Le 29 octobre, les Brésiliens, en majorité satisfaits de la gestion du président Lula, ont donc choisi de le réélire : au 2e tour, Lula (Parti des Travailleurs, PT) obtient 60,82 % des votes valides ; Alckmin (Social démocrate, PSDB) : 39,18 %.
Les résultats de ce second tour ont montré un pays divisé. Dans tous les États, situés au nord d’une ligne coupant le Brésil d’est en ouest passant au sommet de l’État de Rio, Lula est fortement majoritaire, par contre dans les États les plus riches – industrie, élevage et agriculture intensive – situés au sud de cette ligne c’est Alckmin qui est en tête.
Lula, au cours de son second mandat, devra tenir compte de cette division. Il aura besoin de ces États riches pour poursuivre sa politique économique de rigueur, maintenir le contrôle de l’inflation et de la monnaie tout en assurant une croissance du PIB supérieure à celle des douze dernières années – en moyenne, 2,5 à 2,8 % par an.
Pour tenir la promesse du soir de son élection (assurer une croissance du PIB de 5 % par an au cours des quatre années de son second mandat), le président Lula a lancé, le 22 janvier 2007, son Plan d’Accélération de la Croissance (PAC) qui sera, annonce-t-il, la grande œuvre de son second mandat. Ce Plan prévoit d’investir, spécialement dans les infrastructures et l’énergie, 503,9 milliards de réals (€ 183 milliards). Le Trésor investira 13,4 % du total, les entreprises d’État 43,5 % – dont Petrobrás 34 % – enfin le secteur privé 43,1 %.
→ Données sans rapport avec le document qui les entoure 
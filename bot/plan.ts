// From a complete brief to a plan of sub-questions (each request kind through its lenses),
// shaped by the audience and capped in size, and the plan edits a requester can type.
import { isDeepStrictEqual } from 'node:util';
import type { ComparisonGroup, DatasetConfig } from '../config/schema.js';
import { firstBreakdownDimension, groupMadeOf, isAdditive, isBreakdownDimension, metricByName, namedUnitDimension, ownLevelDimension, plainCountMetric } from '../analysis/catalog.js';
import type { Coverage } from '../analysis/coverage.js';
import { SUB_QUESTIONS, type TemplateName } from '../analysis/sub-questions/registry.js';
import { type DateWindow, type Grain, type Lens, type RequestKind, type SubQuestion } from '../analysis/types.js';
import { type Brief, type Question, wholeRequestQuestion } from './brief.js';
import { fullWindow } from './reading/answers.js';
import { daySides } from './reading/day-filter.js';
import { isDayFilter } from '../analysis/day-of-week.js';
import { withStatistic } from '../analysis/statistic.js';
import { AGREE, CANCEL, CONCENTRATION_ASK, GROUP_GROWTH_ASK, grainNamedBy, SEASON_ASK, WEEKDAY_ASK } from './reading/lexicon.js';
import { describeWindow } from '../analysis/window-words.js';
import { addDays, daysBetween } from '../analysis/periods.js';
import { priorWindow } from '../analysis/templates/growth-compare.js';
import { describeSubQuestion } from '../analysis/sub-questions/describe.js';

export interface Plan {
  items: SubQuestion[];
  /** Kinds of question asked for that no template answers yet, said out loud in the plan. */
  notCovered: RequestKind[];
  /** Sub-questions left out by the size cap or the audience, in plain words for the reply. */
  leftOut: SubQuestion[];
  /** How calendar phrases were read ("this summer" -> the summer of 2024), said back. */
  readings: string[];
}

export const MAX_PLAN_ITEMS = 16;

/** A question about when in the year a measure peaks ("is generation seasonal?", "the busiest month"). */
export function asksWithinYear(text: string): boolean {
  return !WEEKDAY_ASK.test(text.toLowerCase()) && (SEASON_ASK.test(text.toLowerCase()) || /\bseason/i.test(text));
}

/** Why such a question has no answer on data stamped once a year: said on the card and with the plan. */
export const NO_WITHIN_YEAR = 'the data is stamped once a year, so no within-year pattern can be measured';
const LEADERSHIP_MAX_ITEMS = 6;
const LENS_ORDER: Lens[] = ['time_pattern', 'breakdown', 'summary', 'distribution'];

type Draft = Omit<SubQuestion, 'id'> & { headline: boolean; first?: boolean; defaultBreakdown?: boolean };

/** Metrics side by side in one period table; more are split over several tables so each stays legible. */
export const MAX_TABLE_METRICS = 4;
Le PAC est loin de faire l’unanimité des milieux politiques et économiques : la partie la plus à gauche de l’échiquier politique le trouve trop libéral, l’opposition timide et inconsistant. Les économistes et le secteur privé constatent le faible investissement de l’État et font ressortir que l’investissement des entreprises de l’État et en particulier de la Petrobrás serait réalisé sans le PAC – il fait partie de son plan à dix ans, déjà ancien, d’assurer et de maintenir l’autosuffisance en brut du Brésil et depuis 2006 en gaz, suite aux problèmes créés par la renationalisation en Bolivie. Ils lui reprochent aussi de ne pas faire mention des réformes indispensables pour le pays (politique, fiscale et de la sécurité sociale). Le gros effort sera donc du secteur privé. D’ailleurs le gouvernement réalise qu’il doit le mobiliser, ce que fait le ministre des Finances, Guido Mantega. Il a accordé une entrevue au journal O Estado de São Paulo, publiée le 28.01.2007, incitant les industriels à croire au PAC et insiste : « Il n’existe pas de développement induit par l’État. Ce que nous voulons c’est que le secteur privé assume son rôle d’investisseur. »
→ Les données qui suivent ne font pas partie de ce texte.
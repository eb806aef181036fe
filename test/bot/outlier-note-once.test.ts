// Unusual periods are said once in a thread: under the answer that draws the periods, and in the
// summary statistics' own caption; not again under the seasonality and the trend test (issue 16:
// "under an answer goes only a note that changes that answer"). On vega-datasets' birdstrikes.csv
// (FAA wildlife strikes 1990-2002), whose monthly total cost has a few huge months (the test's own
// SQL finds the largest), with the config a newcomer wrote (test/reading/open-data-configs.ts).
import { mkdtempSync, writeFileSync } from 'node:fs';
import { tmpdir } from 'node:os';
import { join } from 'node:path';
import { DuckDBInstance } from '@duckdb/node-api';
import { expect, it } from 'vitest';
import { ask } from '../../cli/ask.js';
import { vegaDataFile } from '../helpers/open-data.js';
import { BIRDSTRIKES_CONFIG } from '../reading/open-data-configs.js';

it('a monthly cost thread names its unusual months under one answer only, and calls its days highest, not busiest', async () => {
  const out = mkdtempSync(join(tmpdir(), 'tc-outlier-once-'));
  writeFileSync(join(out, 'answers.yaml'), 'plan: go\n');
  const r = await ask({ configFile: BIRDSTRIKES_CONFIG, request: 'How has the total cost of strikes moved month by month?', answersFile: join(out, 'answers.yaml'), outDir: join(out, 'out'), now: new Date('2026-12-05T09:00:00Z') });
  expect(r.end).toBe('done');
  const answers = r.thread.thread.posts.filter((p) => p.author === 'threadcount' && /^\*\d+\. /.test(p.text));
  expect(answers.length).toBeGreaterThanOrEqual(3);
  // The largest month, by our own SQL over the file.
  const db = await DuckDBInstance.create(':memory:');
  const c = await db.connect();
  const top = (await c.runAndReadAll(`SELECT strftime(date_trunc('month', "Flight Date"), '%B %Y') AS m FROM read_csv_auto('${vegaDataFile('birdstrikes.csv')}') GROUP BY 1 ORDER BY SUM("Cost Total $") DESC LIMIT 1`)).getRowObjectsJson()[0]!.m as string;
  c.closeSync();
  db.closeSync();
  const notes = answers.filter((p) => /_Note: [^_]*unusual/.test(p.text));
  expect(notes).toHaveLength(1);
  expect(notes[0]!.text).toContain(top);
  // A cost has highs and lows, not busy and quiet days (Total cost is higher_is_better: false).
  const season = answers.find((p) => /day of week/i.test(p.text))!;
  expect(season.text).toMatch(/By day of week, \w+ is the highest/);
  expect(answers.map((p) => p.text).join('\n')).not.toMatch(/busiest|quietest/);
  // The notes that are there are each said once per answer.
  for (const p of answers) {
    const lines = p.text.split('\n').filter((l) => l.startsWith('_Note:'));
    expect(new Set(lines).size).toBe(lines.length);
  }
}, 300_000);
Enfin, pour assurer le démarrage du PAC, le Président devra, avec deux Chambres moins dociles que les précédentes, obtenir un vote rapide des Mesures provisoires qu’il a signées et envoyées au Congrès.
Depuis juillet 1994 le Brésil a beaucoup évolué. Au cours des trois derniers mandats présidentiels, il a acquis une notoriété économique et politique parmi les grandes nations du monde, conséquence de ses prises de position dans le domaine des affaires étrangères qu’accompagne la maîtrise des paramètres de son économie. Ces actions et résultats font que les milieux économiques et politiques mondiaux considèrent le Brésil déjà au-delà d’un pays en développement, en voie de rejoindre ceux du 1er monde.